Professor Sir Roy Anderson
Director, London Centre for Neglected Tropical Disease Research
Logistics plays a major role in ensuring and maintaining adequate drug coverage and, in turn, control or eliminate neglected tropical diseases.
Professor Sir Roy Anderson, professor of infectious disease epidemiology at Imperial College London, explains that major neglected tropical diseases (NTDs), including schistosomiasis and trachoma, can be controlled with mass administration of relatively simple drugs, which are donated by pharmaceutical companies to poorer countries.
“The problem is not one of availability, but of logistics,” he says. There is the need to ensure that the drugs that are delivered to warehouses in capital cities are then transported to primary health centres in villages and communities, particularly those in remote rural areas. But there are indications that, at least for some NTDs, this is not happening and that, as a result, not all children and adults who need treatment actually receive It.
One of the best ways of improving drug supply is to create local demand.
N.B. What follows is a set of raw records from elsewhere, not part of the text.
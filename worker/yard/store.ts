/** The world and the nodes' flash on disk, between one start of the yard and the next. */
import { mkdirSync, readFileSync, renameSync, writeFileSync } from 'node:fs';
import { dirname } from 'node:path';
import { z } from 'zod';
import { fallbackSetting } from '@/lib/field/frames';
import { yardHouses } from './catalogue';
import { flowNames } from './house-world';
import type { KeptNode } from './node-parts';
import type { World } from './world';

const finite = z.number();
const worldFile = z.strictObject({
  version: z.literal(1),
  seed: z.number().int(),
  ms: finite,
  houses: z.record(
    z.string(),
    z.strictObject({
      airC: finite,
      massC: finite,
      heap: z.strictObject({
        coreC: finite,
        baseC: finite,
        digestibleJ: finite,
        shellJ: finite,
        massKg: finite,
        moisture: finite,
      }),
      ringC: finite,
      heapReturnC: finite,
      soilReturnC: finite,
      flowsJ: z.record(z.enum(flowNames), finite),
    }),
  ),
  relays: z.record(z.string(), z.record(z.string(), z.enum(['on', 'off']))),
});

/** The world of a file, or why there is none to go on from. Another seed is another winter: it begins anew. */
export function readWorld(file: string, seed: number): { world: World } | { why: string } {
  let text: string;
  try {
    text = readFileSync(file, 'utf8');
  } catch {
    return { why: 'there is no saved world yet' };
  }
  try {
    const parsed = worldFile.safeParse(JSON.parse(text));
    if (!parsed.success) return { why: 'the saved world is of another form' };
    if (parsed.data.seed !== seed) return { why: 'the saved world is of another seed' };
    const missing = yardHouses.find(({ key }) => parsed.data.houses[key] === undefined);
    return missing === undefined ? { world: parsed.data } : { why: `the saved world has no ${missing.key}` };
  } catch {
    return { why: 'the saved world is not whole' };
  }
}

export function saveWorld(file: string, world: World): void {
  write(file, world);
}

const keptNode = z.strictObject({
  fallback: z
    .strictObject({ settings: z.record(z.string(), fallbackSetting), spent: z.array(z.string()) })
    .nullable(),
  logs: z.array(z.strictObject({ level: z.enum(['info', 'warning']), text: z.string() })),
});

/**
 * A node's flash, in a file beside the world's. What cannot be read is as a new node's: it has no fallback until the
 * next command brings one.
 */
export function nodeFlash(
  stateFile: string,
  node: string,
  failed: (why: string) => void,
): { read(): KeptNode; write(kept: KeptNode): void } {
  const file = `${stateFile}.${encodeURIComponent(node)}`;
  return {
    read: () => {
      try {
        return keptNode.parse(JSON.parse(readFileSync(file, 'utf8')));
      } catch {
        return { fallback: null, logs: [] };
      }
    },
    write: (kept) => {
      try {
        write(file, kept);
      } catch (error) {
        failed(error instanceof Error ? error.message : String(error));
      }
    },
  };
}

/** Written beside and moved into place, so that a kill in the middle leaves the former one. */
function write(file: string, content: object): void {
  mkdirSync(dirname(file), { recursive: true });
  const beside = `${file}.new`;
  writeFileSync(beside, JSON.stringify(content));
  renameSync(beside, file);
}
“We have examples of this in South Africa, South East Asia and India, where the reported drug coverage is much greater than research suggests,” says Anderson, adding that some countries are also not monitoring whether or not children and adults with NTDs take their medicines as often as necessary.
Improving drug supply
He goes on to say that, whilst the logistics of drug supply to NTD-affected poor communities poses significant challenges, a number of factors – including building local support, strengthening systems for the good flow of goods and services, and disease surveillance – can help towards its improvement.
The following interventions, in particular, are paramount, continues Anderson. “Firstly, one of the best ways of improving drug supply is to create local demand. This can be achieved by increasing awareness, among community leaders, of the fact that treatment can greatly improve the health of children, enabling them to grow and develop.
Close collaboration between ministries of health and ministries of education is crucial.
“Secondly, local ministries of health should make it a priority to get NTD drugs out of the warehouses into local villages and communities. It might be useful, in this regard, to look at examples from the commercial world. If soft drink companies can get their products to the smallest villages in Africa, then surely ministries of health can get critical healthcare supplies out there, too.
“Thirdly, there should be more primary healthcare centres to which drugs are distributed, with people who are trained in administering those drugs. Close collaboration between ministries of health and ministries of education is also crucial, because schools can be a very important setting in which to deliver life-saving healthcare messages and treatments.”
We need the will
The fact is, there is no shortage of supply of drugs to countries with NTDs. And there are systems and tools available to ensure these drugs are delivered to the children and adults who need them, says Anderson. What is needed is the will to harness all this potential.